### Exercise material
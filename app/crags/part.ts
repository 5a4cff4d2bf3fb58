/** Kinds of part at a fixed point, in the trade's words. */
export const partKinds = [
  'wedge_bolt',
  'sleeve_bolt',
  'self_drilled',
  'drive_in',
  'screw_in',
  'bonded_eye',
  'bonded_staple',
  'bonded_stud',
  'hanger',
  'ring',
  'lower_off_hook',
  'cold_shut',
  'swivel',
  'chain',
  'quick_link',
  'fixed_draw',
  'connector',
  'sling',
  'cord',
  'cable',
  'resin',
  'peg',
  'thread',
] as const
export type PartKind = (typeof partKinds)[number]

export const partKindWords: Record<PartKind, string> = {
  wedge_bolt: 'Wedge bolt',
  sleeve_bolt: 'Sleeve bolt',
  self_drilled: 'Self-drilled bolt',
  drive_in: 'Drive-in bolt',
  screw_in: 'Screw-in bolt',
  bonded_eye: 'Glue-in eye',
  bonded_staple: 'Glue-in staple',
  bonded_stud: 'Glue-in stud',
  hanger: 'Plate hanger',
  ring: 'Ring',
  lower_off_hook: 'Lower-off hook',
  cold_shut: 'Cold shut',
  swivel: 'Swivel',
  chain: 'Chain',
  quick_link: 'Quick link',
  fixed_draw: 'Fixed draw',
  connector: 'Fixed connector',
  sling: 'Sling',
  cord: 'Cord',
  cable: 'Cable',
  resin: 'Resin',
  peg: 'Peg',
  thread: 'Thread',
}

export const materials = [
  'plated_steel',
  'stainless',
  'stainless_resistant',
  'titanium',
  'steel',
  'aluminium',
  'fabric',
  'unknown',
] as const
export type Material = (typeof materials)[number]

export const materialWords: Record<Material, string> = {
  plated_steel: 'plated steel',
  stainless: 'stainless',
  stainless_resistant: 'stainless for the sea',
  titanium: 'titanium',
  steel: 'steel',
  aluminium: 'aluminium',
  fabric: 'fabric',
  unknown: 'material not known',
}

/** How exactly a fitting date is known. */
export const datePrecisions = ['day', 'month', 'year', 'unknown'] as const
export type DatePrecision = (typeof datePrecisions)[number]

/** Sides of a two-point station. */
export const sides = ['a', 'b'] as const
export type Side = (typeof sides)[number]

/** One line naming a part: kind, material, bar size. */
export function formatPart(part: { kind: PartKind; material: Material; sizeMm: number | null }): string {
  const size = part.sizeMm === null ? '' : `, ${part.sizeMm} mm`
  return `${partKindWords[part.kind]}, ${materialWords[part.material]}${size}`
}
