import { and, asc, eq, isNull } from 'drizzle-orm'
import type { Queryable } from '~/db/client.server'
import { anchors, areas, climbAnchors, climbs, crags, pitches } from '~/db/schema/crags'
import { parts } from '~/db/schema/parts'
import type { Viewer } from '~/people/viewer'
import { formatPosition } from './anchor'
import { visibleCrags } from './visible.server'

/** The fixed point of a code if the viewer may see it, with the climbs it stands on; else null. */
export async function findAnchor(db: Queryable, viewer: Viewer, code: string) {
  const [row] = await db
    .select({
      id: anchors.id,
      code: anchors.code,
      kind: anchors.kind,
      life: anchors.life,
      state: anchors.state,
      stateOn: anchors.stateOn,
      stateHow: anchors.stateHow,
      lapsesOn: anchors.lapsesOn,
      openHazards: anchors.openHazards,
      notices: anchors.notices,
      cragId: crags.id,
      cragCode: crags.code,
      cragName: crags.name,
      warmSea: crags.warmSea,
      seaKm: crags.seaKm,
      areaName: areas.name,
      areaCode: areas.code,
      timeZone: areas.timeZone,
    })
    .from(anchors)
    .innerJoin(crags, eq(crags.id, anchors.cragId))
    .innerJoin(areas, eq(areas.id, crags.areaId))
    .where(and(eq(anchors.code, code), visibleCrags(viewer)))
    .limit(1)
  return row === undefined ? null : { ...row, climbs: await listClimbsOf(db, row.id) }
}

/** The climbs a fixed point stands on, with its name on each. */
export async function listClimbsOf(db: Queryable, anchorId: string) {
  const rows = await db
    .select({
      climbId: climbs.id,
      code: climbs.code,
      name: climbs.name,
      kind: anchors.kind,
      ordinal: climbAnchors.ordinal,
      alongM: climbAnchors.alongM,
      assumed: climbAnchors.assumed,
      lengthM: pitches.lengthM,
    })
    .from(climbAnchors)
    .innerJoin(climbs, eq(climbs.id, climbAnchors.climbId))
    .innerJoin(pitches, eq(pitches.id, climbAnchors.pitchId))
    .innerJoin(anchors, eq(anchors.id, climbAnchors.anchorId))
    .where(and(eq(climbAnchors.anchorId, anchorId), isNull(climbAnchors.toOn), isNull(climbs.retiredAt)))
    .orderBy(asc(climbs.ordinal))
    .limit(20)
  return rows.map(row => ({ ...row, position: formatPosition(row.kind, row.ordinal) }))
}

/** The parts ever at a fixed point, those in place first, oldest last. */
export async function listParts(db: Queryable, anchorId: string) {
  const rows = await db
    .select({
      id: parts.id,
      side: parts.side,
      kind: parts.kind,
      material: parts.material,
      sizeMm: parts.sizeMm,
      lengthMm: parts.lengthMm,
      marking: parts.marking,
      standard: parts.standard,
      fittedOn: parts.fittedOn,
      fittedPrecision: parts.fittedPrecision,
      removedOn: parts.removedOn,
    })
    .from(parts)
    .where(eq(parts.anchorId, anchorId))
    .orderBy(asc(parts.id))
    .limit(200)
  return [...rows.filter(row => row.removedOn === null), ...rows.filter(row => row.removedOn !== null)]
}
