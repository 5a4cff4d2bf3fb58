import { createPool, type RowDataPacket } from 'mysql2/promise'
import { afterAll, inject } from 'vitest'
import { type Database, openDatabase } from '~/db/client.server'

/** Tables that hold what migrations did, not what people did. */
const kept = new Set(['migrations_done'])

/**
 * This worker's own database, used with the rights the app has. `empty()` takes every row out of it, which the app
 * itself could not do; call it before each test.
 */
export async function testDatabase(): Promise<{ db: Database; url: string; empty(): Promise<void> }> {
  const databases = inject('databases')
  const worker = Number(process.env.VITEST_POOL_ID ?? 1)
  const { ownerUrl, appUrl } = databases[(worker - 1) % databases.length]!
  const { db, close } = openDatabase(appUrl)
  const owner = createPool({ uri: ownerUrl, connectionLimit: 1, multipleStatements: true })
  const [tables] = await owner.query<RowDataPacket[]>(
    "SELECT table_name AS name FROM information_schema.tables WHERE table_schema = DATABASE() AND table_type = 'BASE TABLE'",
  )
  const deletes = tables.filter(({ name }) => !kept.has(name)).map(({ name }) => `DELETE FROM \`${name}\`;`)
  afterAll(async () => {
    await close()
    await owner.end()
  })
  return {
    db,
    url: appUrl,
    async empty() {
      await owner.query(`SET foreign_key_checks = 0; ${deletes.join(' ')} SET foreign_key_checks = 1;`)
    },
  }
}
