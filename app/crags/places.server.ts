import type { Queryable } from '~/db/client.server'
import {
  anchors,
  areas,
  climbAnchors,
  climbs,
  consents,
  cragKeepers,
  cragOrganisations,
  crags,
  ledges,
  pitches,
  sectors,
} from '~/db/schema/crags'
import { parts } from '~/db/schema/parts'
import { toCode } from '~/lib/code'
import type { Remit } from '~/people/role'
import type { Sensitivity } from '~/people/sensitivity'
import type { Act } from '~/record/act'
import { writeActivity } from '~/record/activities.server'
import type { AnchorKind, Below } from './anchor'
import type { ConsentState, Corrosivity, Rock, Traffic } from './crag'
import type { DatePrecision, Material, PartKind, Side } from './part'

type Coordinates = { lon: number; lat: number }

const stamped = (act: Act) => ({ createdAt: act.now, updatedAt: act.now })

/** Opens an area; its two letters begin every code in it. Gives its id. */
export async function addArea(
  tx: Queryable,
  act: Act,
  area: { code: string; name: string; timeZone: string; parentId?: string },
): Promise<{ id: string; code: string }> {
  const id = act.newId()
  await tx.insert(areas).values({ id, ...area, parentId: area.parentId ?? null, ...stamped(act) })
  return { id, code: area.code }
}

export interface NewCrag {
  name: string
  pos: Coordinates
  sensitive?: Sensitivity
  rock: Rock
  seaKm: number | null
  warmSea: boolean
  corrosivity: Corrosivity | null
  aspect?: string
  consent: ConsentState
  consentConditions?: string
  policy?: string
  approach?: string
  organisations: { organisationId: string; remit: Remit; lead: boolean }[]
  keepers?: { personId: string; rank: number }[]
}

/** Puts a crag on record with who looks after it. Gives its id and code. */
export async function addCrag(tx: Queryable, act: Act, area: { id: string; code: string }, crag: NewCrag) {
  const id = act.newId()
  const code = toCode(area.code, act.random)
  await tx.insert(crags).values({
    id,
    areaId: area.id,
    code,
    name: crag.name,
    pos: crag.pos,
    sensitive: crag.sensitive ?? 'open',
    hazardDetail: 'full',
    rock: crag.rock,
    seaKm: crag.seaKm,
    warmSea: crag.warmSea,
    corrosivity: crag.corrosivity,
    aspect: crag.aspect ?? null,
    consent: crag.consent,
    policy: crag.policy ?? null,
    approach: crag.approach ?? null,
    worstState: 'unknown',
    ...stamped(act),
  })
  for (const held of crag.organisations) await tx.insert(cragOrganisations).values({ cragId: id, ...held })
  for (const keeper of crag.keepers ?? []) await tx.insert(cragKeepers).values({ cragId: id, ...keeper })
  await tx.insert(consents).values({
    id: act.newId(),
    cragId: id,
    state: crag.consent,
    conditions: crag.consentConditions ?? null,
    ...stamped(act),
  })
  await writeActivity(tx, act, {
    verb: 'added',
    subjectKind: 'crag',
    subjectId: id,
    cragId: id,
    public: true,
  })
  return { id, code, areaCode: area.code }
}

/** Adds a sector at the given place from the left. Gives its id. */
export async function addSector(
  tx: Queryable,
  act: Act,
  sector: { cragId: string; name: string; ordinal: number },
): Promise<string> {
  const id = act.newId()
  await tx.insert(sectors).values({ id, ...sector, ...stamped(act) })
  return id
}

export interface NewClimb {
  name: string
  grade?: string
  ordinal: number
  foot: Coordinates
  traffic: Traffic
  lengthM: number
  ledges?: { atM: number; below: Below }[]
}

/** Adds a climb of one pitch with its length and ledges. Gives its id, code and pitch. */
export async function addClimb(
  tx: Queryable,
  act: Act,
  place: { areaCode: string; cragId: string; sectorId: string },
  climb: NewClimb,
) {
  const id = act.newId()
  const code = toCode(place.areaCode, act.random)
  await tx.insert(climbs).values({
    id,
    sectorId: place.sectorId,
    code,
    name: climb.name,
    grade: climb.grade ?? null,
    ordinal: climb.ordinal,
    foot: climb.foot,
    traffic: climb.traffic,
    worstState: 'unknown',
    ...stamped(act),
  })
  const pitchId = act.newId()
  await tx
    .insert(pitches)
    .values({ id: pitchId, climbId: id, number: 1, lengthM: climb.lengthM, ...stamped(act) })
  for (const ledge of climb.ledges ?? []) await tx.insert(ledges).values({ pitchId, ...ledge })
  await writeActivity(tx, act, {
    verb: 'added',
    subjectKind: 'climb',
    subjectId: id,
    cragId: place.cragId,
    public: true,
  })
  return { id, code, pitchId }
}

/** Puts a fixed point on record, looked at by nobody yet. Gives its id and code. */
export async function addAnchor(
  tx: Queryable,
  act: Act,
  place: { areaCode: string; cragId: string },
  kind: AnchorKind,
): Promise<{ id: string; code: string }> {
  const id = act.newId()
  const code = toCode(place.areaCode, act.random)
  await tx.insert(anchors).values({
    id,
    code,
    cragId: place.cragId,
    kind,
    life: 'in_place',
    state: 'unknown',
    ...stamped(act),
  })
  return { id, code }
}

/** Says where on a climb a fixed point stands; several climbs may share it. */
export async function placeAnchor(
  tx: Queryable,
  place: { climbId: string; pitchId: string; anchorId: string },
  position: { ordinal: number; alongM: number; assumed: boolean; below: Below; fromOn: string },
): Promise<void> {
  await tx.insert(climbAnchors).values({ ...place, ...position })
}

export interface NewPart {
  kind: PartKind
  material: Material
  side?: Side | null
  sizeMm?: number | null
  lengthMm?: number | null
  marking?: string | null
  standard?: string | null
  fittedOn?: string | null
  fittedPrecision?: DatePrecision
  fittedByRecord?: string | null
}

/** Puts a part on record at a fixed point. Gives its id. */
export async function addPart(tx: Queryable, act: Act, anchorId: string, part: NewPart): Promise<string> {
  const id = act.newId()
  await tx.insert(parts).values({
    id,
    anchorId,
    ...part,
    fittedPrecision: part.fittedPrecision ?? (part.fittedOn ? 'day' : 'unknown'),
    ...stamped(act),
  })
  return id
}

### Directions for this task
Among the entries above, the lines between the ones containing "export type DatePrecision" and "PartKind; material: Material;", inclusive, are to be transcribed exactly. No other line is to be given.

### Answer to this task
export type DatePrecision = (typeof datePrecisions)[number]

/** Sides of a two-point station. */
export const sides = ['a', 'b'] as const
export type Side = (typeof sides)[number]

/** One line naming a part: kind, material, bar size. */
export function formatPart(part: { kind: PartKind; material: Material; sizeMm: number | null }): string {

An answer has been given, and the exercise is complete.